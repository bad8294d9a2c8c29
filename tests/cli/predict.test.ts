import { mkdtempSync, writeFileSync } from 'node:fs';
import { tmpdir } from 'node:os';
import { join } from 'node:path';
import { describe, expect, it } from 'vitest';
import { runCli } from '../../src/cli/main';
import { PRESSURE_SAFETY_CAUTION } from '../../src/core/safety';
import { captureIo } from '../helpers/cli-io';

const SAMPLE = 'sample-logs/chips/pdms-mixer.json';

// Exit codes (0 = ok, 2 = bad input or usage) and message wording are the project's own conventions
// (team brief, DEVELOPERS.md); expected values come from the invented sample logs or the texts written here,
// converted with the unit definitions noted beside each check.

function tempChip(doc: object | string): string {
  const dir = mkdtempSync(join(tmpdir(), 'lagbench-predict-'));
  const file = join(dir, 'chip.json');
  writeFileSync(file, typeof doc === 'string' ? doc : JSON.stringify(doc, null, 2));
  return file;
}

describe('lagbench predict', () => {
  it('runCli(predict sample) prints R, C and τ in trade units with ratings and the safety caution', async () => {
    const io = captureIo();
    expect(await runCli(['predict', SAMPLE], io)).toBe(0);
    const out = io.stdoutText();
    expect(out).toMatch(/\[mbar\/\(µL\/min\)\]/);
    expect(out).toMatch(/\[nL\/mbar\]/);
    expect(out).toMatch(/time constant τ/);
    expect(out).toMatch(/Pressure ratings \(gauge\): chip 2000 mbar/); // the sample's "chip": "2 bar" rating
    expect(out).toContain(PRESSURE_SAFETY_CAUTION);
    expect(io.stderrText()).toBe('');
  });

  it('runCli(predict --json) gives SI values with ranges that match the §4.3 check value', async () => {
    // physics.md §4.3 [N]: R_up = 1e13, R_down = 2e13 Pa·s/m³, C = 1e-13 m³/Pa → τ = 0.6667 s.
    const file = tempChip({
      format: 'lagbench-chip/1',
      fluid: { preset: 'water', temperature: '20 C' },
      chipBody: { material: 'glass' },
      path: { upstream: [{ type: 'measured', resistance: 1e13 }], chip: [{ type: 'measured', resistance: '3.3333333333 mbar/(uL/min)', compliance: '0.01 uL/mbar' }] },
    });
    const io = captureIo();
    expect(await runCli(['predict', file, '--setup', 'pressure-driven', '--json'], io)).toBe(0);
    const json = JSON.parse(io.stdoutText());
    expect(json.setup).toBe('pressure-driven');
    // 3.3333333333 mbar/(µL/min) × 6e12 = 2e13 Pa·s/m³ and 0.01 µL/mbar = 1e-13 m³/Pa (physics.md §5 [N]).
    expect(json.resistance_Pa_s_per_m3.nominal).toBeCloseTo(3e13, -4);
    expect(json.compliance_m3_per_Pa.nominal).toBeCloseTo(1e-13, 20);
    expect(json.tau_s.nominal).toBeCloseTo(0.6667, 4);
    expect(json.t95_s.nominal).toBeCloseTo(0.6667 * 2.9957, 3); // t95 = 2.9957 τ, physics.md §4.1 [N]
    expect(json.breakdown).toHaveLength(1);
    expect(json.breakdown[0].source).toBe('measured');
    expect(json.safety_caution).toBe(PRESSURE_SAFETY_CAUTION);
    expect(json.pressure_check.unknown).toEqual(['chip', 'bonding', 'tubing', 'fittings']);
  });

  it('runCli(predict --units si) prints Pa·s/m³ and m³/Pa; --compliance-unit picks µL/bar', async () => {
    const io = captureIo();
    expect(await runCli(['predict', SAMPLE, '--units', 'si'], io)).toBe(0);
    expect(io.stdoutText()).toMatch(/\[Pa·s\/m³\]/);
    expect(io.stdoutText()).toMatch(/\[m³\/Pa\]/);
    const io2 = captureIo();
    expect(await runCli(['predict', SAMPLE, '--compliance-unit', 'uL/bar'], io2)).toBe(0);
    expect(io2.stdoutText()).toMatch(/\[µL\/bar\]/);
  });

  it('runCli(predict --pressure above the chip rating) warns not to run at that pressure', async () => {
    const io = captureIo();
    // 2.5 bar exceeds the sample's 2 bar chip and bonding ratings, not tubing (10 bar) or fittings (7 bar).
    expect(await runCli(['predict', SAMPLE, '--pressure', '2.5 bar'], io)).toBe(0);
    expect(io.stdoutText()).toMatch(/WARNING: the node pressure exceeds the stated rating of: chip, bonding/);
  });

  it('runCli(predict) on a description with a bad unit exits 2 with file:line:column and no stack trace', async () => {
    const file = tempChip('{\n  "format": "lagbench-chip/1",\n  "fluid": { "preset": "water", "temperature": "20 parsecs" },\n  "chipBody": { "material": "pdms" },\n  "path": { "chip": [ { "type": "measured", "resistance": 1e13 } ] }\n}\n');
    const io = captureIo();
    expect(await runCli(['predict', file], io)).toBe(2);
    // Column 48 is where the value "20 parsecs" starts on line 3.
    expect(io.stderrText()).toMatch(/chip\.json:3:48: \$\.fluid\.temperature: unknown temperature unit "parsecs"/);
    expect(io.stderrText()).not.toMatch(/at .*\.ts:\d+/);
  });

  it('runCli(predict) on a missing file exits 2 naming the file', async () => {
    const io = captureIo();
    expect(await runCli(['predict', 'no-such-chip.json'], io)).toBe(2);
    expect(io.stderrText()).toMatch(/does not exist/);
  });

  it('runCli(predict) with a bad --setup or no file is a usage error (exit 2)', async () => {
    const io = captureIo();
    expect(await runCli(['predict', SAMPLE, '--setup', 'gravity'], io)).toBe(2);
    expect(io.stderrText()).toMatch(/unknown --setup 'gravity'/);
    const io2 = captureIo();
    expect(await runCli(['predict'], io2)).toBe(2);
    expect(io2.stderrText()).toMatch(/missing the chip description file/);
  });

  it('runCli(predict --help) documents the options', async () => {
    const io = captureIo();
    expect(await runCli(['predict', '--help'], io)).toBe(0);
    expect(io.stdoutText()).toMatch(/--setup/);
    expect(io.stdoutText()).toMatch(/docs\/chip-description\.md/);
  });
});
* * *
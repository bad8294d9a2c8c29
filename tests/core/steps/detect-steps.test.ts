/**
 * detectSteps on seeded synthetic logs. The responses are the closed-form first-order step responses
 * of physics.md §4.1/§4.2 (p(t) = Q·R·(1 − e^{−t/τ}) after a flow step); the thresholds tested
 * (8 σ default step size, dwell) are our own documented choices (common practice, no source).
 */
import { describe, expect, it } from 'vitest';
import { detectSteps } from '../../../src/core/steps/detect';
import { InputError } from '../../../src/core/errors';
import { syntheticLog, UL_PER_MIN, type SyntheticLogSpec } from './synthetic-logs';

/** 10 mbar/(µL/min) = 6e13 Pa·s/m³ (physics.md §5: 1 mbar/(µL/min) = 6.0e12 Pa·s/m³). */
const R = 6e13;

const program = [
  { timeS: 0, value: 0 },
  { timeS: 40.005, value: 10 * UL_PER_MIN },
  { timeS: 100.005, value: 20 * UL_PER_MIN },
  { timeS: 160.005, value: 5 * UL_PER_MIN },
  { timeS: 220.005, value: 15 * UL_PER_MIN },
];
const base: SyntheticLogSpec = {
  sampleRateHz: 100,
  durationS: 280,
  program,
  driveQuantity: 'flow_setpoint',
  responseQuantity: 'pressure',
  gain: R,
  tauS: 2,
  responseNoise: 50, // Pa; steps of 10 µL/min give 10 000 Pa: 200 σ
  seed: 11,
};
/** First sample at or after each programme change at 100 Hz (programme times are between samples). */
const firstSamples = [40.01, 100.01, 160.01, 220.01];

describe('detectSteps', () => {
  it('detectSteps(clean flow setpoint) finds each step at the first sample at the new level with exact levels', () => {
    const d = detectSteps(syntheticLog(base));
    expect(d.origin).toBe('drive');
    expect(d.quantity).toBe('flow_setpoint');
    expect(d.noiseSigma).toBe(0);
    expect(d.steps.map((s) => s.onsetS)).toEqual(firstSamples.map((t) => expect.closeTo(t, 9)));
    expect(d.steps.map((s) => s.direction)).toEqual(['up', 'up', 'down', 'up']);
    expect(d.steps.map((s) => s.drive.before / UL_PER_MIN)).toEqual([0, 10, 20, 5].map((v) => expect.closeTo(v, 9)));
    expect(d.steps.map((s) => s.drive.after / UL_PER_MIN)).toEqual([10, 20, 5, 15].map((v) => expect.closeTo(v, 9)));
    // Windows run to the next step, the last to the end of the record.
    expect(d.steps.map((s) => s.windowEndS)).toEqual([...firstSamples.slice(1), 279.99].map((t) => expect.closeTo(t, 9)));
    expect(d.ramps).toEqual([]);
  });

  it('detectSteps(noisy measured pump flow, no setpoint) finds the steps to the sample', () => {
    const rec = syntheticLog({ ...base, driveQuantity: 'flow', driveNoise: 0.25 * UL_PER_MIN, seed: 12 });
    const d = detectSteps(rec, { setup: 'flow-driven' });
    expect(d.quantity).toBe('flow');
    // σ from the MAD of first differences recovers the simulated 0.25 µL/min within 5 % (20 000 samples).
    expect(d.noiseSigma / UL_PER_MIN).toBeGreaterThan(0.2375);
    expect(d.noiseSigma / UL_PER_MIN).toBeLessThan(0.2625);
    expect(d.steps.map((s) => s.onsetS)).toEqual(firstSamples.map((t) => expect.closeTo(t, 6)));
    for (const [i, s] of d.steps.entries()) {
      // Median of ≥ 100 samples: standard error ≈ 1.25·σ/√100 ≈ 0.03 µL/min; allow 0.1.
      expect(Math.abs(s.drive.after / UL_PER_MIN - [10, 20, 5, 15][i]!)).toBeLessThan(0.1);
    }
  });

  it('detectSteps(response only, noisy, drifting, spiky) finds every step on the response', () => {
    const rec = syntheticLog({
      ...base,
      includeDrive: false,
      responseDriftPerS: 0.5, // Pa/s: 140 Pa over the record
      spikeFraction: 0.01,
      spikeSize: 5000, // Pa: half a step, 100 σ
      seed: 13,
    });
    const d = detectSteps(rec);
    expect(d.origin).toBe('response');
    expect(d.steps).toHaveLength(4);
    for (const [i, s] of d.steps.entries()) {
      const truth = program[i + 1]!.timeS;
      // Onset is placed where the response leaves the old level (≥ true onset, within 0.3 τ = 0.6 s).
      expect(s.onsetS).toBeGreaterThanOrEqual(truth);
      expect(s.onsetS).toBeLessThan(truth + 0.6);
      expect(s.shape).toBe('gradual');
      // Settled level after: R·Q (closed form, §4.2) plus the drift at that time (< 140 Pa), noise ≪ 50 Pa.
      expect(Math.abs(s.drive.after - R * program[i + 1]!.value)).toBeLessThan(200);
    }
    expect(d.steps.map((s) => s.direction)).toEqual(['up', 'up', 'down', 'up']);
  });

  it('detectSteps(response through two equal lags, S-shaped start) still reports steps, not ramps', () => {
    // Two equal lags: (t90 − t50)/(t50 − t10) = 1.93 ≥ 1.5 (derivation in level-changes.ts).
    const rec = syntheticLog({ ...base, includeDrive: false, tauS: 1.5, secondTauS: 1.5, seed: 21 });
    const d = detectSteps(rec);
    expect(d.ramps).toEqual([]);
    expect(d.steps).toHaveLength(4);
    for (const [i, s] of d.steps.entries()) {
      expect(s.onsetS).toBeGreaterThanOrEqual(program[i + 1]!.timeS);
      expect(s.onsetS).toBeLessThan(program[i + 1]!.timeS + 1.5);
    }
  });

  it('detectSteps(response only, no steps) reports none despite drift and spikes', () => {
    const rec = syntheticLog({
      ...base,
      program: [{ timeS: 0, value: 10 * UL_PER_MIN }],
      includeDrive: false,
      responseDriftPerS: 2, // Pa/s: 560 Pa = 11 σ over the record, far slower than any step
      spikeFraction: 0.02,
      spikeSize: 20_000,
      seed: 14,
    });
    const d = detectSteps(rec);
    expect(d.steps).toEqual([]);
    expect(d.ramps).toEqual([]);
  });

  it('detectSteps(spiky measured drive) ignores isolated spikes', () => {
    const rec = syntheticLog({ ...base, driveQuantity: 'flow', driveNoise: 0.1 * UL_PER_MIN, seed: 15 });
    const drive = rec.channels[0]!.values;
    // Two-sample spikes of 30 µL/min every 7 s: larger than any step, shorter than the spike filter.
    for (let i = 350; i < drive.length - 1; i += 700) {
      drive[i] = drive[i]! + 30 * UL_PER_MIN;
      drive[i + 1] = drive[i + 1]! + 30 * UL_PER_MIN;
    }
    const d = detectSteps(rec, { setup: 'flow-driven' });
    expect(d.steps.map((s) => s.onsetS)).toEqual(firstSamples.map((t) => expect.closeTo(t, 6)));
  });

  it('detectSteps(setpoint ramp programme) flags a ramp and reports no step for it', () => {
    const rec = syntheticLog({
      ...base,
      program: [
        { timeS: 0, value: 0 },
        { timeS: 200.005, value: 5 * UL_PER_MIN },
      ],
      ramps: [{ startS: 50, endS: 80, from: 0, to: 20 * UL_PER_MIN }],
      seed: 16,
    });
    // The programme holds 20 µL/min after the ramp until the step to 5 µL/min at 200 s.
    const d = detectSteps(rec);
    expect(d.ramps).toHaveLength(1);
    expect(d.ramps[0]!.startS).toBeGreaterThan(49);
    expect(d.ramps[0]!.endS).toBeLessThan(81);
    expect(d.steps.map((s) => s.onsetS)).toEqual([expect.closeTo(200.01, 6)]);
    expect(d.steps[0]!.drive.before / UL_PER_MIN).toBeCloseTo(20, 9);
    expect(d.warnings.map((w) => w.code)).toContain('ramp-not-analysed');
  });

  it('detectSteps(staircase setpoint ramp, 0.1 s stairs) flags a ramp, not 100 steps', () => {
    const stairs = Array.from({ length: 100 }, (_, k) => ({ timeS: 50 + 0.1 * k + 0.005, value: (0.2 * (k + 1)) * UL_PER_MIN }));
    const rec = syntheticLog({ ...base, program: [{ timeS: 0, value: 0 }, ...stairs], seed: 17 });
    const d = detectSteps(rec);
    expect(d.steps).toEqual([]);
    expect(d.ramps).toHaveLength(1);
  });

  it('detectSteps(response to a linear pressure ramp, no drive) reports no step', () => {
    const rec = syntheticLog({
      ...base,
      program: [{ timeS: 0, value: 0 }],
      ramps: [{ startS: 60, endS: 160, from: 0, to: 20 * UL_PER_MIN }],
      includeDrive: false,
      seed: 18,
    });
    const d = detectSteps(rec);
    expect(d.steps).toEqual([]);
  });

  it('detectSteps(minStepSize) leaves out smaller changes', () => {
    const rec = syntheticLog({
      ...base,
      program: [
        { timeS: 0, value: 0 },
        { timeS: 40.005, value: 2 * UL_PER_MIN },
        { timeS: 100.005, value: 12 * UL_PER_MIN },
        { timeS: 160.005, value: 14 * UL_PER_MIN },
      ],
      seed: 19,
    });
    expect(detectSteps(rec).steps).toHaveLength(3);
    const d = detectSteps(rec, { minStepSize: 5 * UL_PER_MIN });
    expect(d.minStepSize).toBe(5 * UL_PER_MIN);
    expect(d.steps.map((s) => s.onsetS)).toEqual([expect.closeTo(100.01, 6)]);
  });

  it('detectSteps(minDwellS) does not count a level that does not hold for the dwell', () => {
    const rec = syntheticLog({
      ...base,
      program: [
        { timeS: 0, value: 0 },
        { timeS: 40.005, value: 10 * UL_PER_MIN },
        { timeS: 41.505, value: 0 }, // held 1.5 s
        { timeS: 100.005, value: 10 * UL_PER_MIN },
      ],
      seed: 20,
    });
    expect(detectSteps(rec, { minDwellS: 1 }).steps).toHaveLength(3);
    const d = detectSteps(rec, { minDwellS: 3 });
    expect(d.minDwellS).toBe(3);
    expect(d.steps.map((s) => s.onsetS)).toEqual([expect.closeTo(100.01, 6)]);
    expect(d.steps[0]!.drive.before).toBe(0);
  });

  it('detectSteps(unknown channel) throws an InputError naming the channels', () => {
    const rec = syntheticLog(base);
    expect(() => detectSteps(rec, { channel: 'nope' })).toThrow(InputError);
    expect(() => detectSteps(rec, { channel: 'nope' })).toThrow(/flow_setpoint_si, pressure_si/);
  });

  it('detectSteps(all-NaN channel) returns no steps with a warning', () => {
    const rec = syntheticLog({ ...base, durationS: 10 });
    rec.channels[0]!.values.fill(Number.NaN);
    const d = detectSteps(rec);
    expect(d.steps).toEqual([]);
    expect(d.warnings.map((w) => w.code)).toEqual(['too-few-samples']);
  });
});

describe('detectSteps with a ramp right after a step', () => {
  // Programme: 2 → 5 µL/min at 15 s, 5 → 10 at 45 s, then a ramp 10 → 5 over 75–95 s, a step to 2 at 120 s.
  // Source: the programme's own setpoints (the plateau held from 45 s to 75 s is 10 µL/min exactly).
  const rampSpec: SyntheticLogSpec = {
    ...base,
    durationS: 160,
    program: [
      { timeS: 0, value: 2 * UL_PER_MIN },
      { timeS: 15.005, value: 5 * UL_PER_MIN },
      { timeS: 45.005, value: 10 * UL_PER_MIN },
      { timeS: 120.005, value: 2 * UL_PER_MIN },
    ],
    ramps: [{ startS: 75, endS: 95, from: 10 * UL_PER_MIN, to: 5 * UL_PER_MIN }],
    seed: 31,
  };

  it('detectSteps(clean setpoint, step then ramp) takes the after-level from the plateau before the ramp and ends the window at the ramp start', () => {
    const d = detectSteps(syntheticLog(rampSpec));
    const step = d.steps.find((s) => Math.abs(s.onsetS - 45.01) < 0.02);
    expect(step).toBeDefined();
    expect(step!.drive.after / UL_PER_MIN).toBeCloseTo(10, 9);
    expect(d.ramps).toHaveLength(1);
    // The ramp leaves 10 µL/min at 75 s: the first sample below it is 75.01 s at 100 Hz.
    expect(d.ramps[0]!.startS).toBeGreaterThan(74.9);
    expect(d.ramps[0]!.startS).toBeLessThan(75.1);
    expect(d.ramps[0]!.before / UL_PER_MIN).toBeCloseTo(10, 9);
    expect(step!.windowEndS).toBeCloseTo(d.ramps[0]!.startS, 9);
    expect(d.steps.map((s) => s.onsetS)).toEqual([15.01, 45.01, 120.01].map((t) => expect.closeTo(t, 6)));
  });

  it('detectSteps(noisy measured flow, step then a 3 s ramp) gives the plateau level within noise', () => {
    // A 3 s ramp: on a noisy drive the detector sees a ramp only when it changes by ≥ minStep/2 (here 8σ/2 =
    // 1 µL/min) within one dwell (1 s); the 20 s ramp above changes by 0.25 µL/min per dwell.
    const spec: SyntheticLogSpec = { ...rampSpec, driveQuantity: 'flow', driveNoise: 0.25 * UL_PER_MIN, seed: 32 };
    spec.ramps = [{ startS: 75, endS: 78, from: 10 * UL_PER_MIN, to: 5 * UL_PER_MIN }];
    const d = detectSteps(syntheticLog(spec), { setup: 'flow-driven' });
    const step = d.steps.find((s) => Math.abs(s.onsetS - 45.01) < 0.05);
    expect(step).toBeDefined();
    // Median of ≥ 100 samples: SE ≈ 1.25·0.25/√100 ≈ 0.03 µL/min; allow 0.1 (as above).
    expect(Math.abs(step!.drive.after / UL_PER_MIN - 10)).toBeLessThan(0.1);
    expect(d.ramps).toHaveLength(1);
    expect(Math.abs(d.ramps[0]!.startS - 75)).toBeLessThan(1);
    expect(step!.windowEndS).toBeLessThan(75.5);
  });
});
==
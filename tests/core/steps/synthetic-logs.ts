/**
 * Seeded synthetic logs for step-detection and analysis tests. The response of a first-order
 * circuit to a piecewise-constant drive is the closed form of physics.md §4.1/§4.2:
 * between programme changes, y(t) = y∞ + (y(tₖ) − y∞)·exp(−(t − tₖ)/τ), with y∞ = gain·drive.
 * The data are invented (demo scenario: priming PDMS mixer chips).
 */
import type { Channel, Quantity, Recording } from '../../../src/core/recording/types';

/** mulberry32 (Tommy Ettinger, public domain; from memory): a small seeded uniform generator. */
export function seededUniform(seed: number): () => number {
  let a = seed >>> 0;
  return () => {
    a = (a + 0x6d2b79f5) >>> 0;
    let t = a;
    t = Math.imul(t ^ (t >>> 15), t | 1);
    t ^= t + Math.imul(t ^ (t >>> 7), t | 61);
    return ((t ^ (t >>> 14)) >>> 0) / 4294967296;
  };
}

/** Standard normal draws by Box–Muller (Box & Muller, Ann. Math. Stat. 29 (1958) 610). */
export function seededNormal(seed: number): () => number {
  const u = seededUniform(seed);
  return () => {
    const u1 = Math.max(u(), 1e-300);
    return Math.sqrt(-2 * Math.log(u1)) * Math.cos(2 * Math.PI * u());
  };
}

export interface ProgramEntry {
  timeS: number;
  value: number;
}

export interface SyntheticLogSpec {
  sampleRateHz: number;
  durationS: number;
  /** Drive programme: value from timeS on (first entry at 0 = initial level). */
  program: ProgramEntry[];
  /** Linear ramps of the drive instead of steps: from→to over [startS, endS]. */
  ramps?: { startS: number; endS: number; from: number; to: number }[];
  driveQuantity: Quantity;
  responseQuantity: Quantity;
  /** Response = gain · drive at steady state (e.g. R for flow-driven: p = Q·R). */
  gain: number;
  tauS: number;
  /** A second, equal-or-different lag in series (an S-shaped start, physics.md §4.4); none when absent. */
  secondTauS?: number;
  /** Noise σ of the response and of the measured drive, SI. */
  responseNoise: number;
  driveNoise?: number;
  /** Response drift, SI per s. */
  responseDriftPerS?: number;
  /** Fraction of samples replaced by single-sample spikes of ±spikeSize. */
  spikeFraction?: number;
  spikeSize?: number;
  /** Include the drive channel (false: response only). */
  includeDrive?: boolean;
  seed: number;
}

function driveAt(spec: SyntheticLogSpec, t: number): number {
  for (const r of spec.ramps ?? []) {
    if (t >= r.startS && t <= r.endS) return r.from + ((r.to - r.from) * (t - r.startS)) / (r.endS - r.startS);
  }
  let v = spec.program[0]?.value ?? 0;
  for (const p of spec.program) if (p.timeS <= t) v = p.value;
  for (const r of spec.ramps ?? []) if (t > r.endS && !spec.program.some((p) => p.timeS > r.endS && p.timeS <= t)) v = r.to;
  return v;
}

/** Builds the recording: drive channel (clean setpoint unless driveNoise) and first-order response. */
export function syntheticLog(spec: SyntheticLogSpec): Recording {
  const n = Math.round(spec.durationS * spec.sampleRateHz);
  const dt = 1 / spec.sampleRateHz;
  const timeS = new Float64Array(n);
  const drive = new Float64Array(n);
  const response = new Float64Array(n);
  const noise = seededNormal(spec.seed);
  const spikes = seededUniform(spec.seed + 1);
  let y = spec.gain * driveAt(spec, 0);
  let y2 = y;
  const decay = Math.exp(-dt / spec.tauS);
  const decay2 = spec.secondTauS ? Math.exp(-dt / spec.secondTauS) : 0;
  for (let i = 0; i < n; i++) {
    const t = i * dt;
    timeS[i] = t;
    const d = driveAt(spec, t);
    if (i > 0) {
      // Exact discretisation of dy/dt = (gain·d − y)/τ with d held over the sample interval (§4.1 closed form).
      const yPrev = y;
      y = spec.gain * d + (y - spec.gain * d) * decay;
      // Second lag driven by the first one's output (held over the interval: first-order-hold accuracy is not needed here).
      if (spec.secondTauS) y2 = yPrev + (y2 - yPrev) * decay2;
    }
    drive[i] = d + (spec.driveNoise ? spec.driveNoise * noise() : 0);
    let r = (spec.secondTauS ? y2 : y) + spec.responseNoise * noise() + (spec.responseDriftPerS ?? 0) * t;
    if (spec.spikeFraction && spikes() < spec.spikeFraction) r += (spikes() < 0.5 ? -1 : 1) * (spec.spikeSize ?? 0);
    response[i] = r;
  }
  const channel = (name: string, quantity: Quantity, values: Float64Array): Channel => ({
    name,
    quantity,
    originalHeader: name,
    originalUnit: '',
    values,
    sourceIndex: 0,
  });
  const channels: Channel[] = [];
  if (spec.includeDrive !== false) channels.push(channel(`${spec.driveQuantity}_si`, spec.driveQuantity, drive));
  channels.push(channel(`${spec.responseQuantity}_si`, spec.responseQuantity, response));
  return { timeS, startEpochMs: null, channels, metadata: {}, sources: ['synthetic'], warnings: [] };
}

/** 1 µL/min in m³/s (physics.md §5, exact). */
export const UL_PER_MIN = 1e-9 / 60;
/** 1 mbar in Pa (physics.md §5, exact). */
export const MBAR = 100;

◆ ACTIVITY: All that belongs in your answer is the stretch of entries above from the line with "spikeSize: 5000, //" through the line with "0, value: 10", printed exactly.

◆ ANSWER SECTION:
      spikeSize: 5000, // Pa: half a step, 100 σ
      seed: 13,
    });
    const d = detectSteps(rec);
    expect(d.origin).toBe('response');
    expect(d.steps).toHaveLength(4);
    for (const [i, s] of d.steps.entries()) {
      const truth = program[i + 1]!.timeS;
      // Onset is placed where the response leaves the old level (≥ true onset, within 0.3 τ = 0.6 s).
      expect(s.onsetS).toBeGreaterThanOrEqual(truth);
      expect(s.onsetS).toBeLessThan(truth + 0.6);
      expect(s.shape).toBe('gradual');
      // Settled level after: R·Q (closed form, §4.2) plus the drift at that time (< 140 Pa), noise ≪ 50 Pa.
      expect(Math.abs(s.drive.after - R * program[i + 1]!.value)).toBeLessThan(200);
    }
    expect(d.steps.map((s) => s.direction)).toEqual(['up', 'up', 'down', 'up']);
  });

  it('detectSteps(response through two equal lags, S-shaped start) still reports steps, not ramps', () => {
    // Two equal lags: (t90 − t50)/(t50 − t10) = 1.93 ≥ 1.5 (derivation in level-changes.ts).
    const rec = syntheticLog({ ...base, includeDrive: false, tauS: 1.5, secondTauS: 1.5, seed: 21 });
    const d = detectSteps(rec);
    expect(d.ramps).toEqual([]);
    expect(d.steps).toHaveLength(4);
    for (const [i, s] of d.steps.entries()) {
      expect(s.onsetS).toBeGreaterThanOrEqual(program[i + 1]!.timeS);
      expect(s.onsetS).toBeLessThan(program[i + 1]!.timeS + 1.5);
    }
  });

  it('detectSteps(response only, no steps) reports none despite drift and spikes', () => {
    const rec = syntheticLog({
      ...base,
      program: [{ timeS: 0, value: 10 * UL_PER_MIN }],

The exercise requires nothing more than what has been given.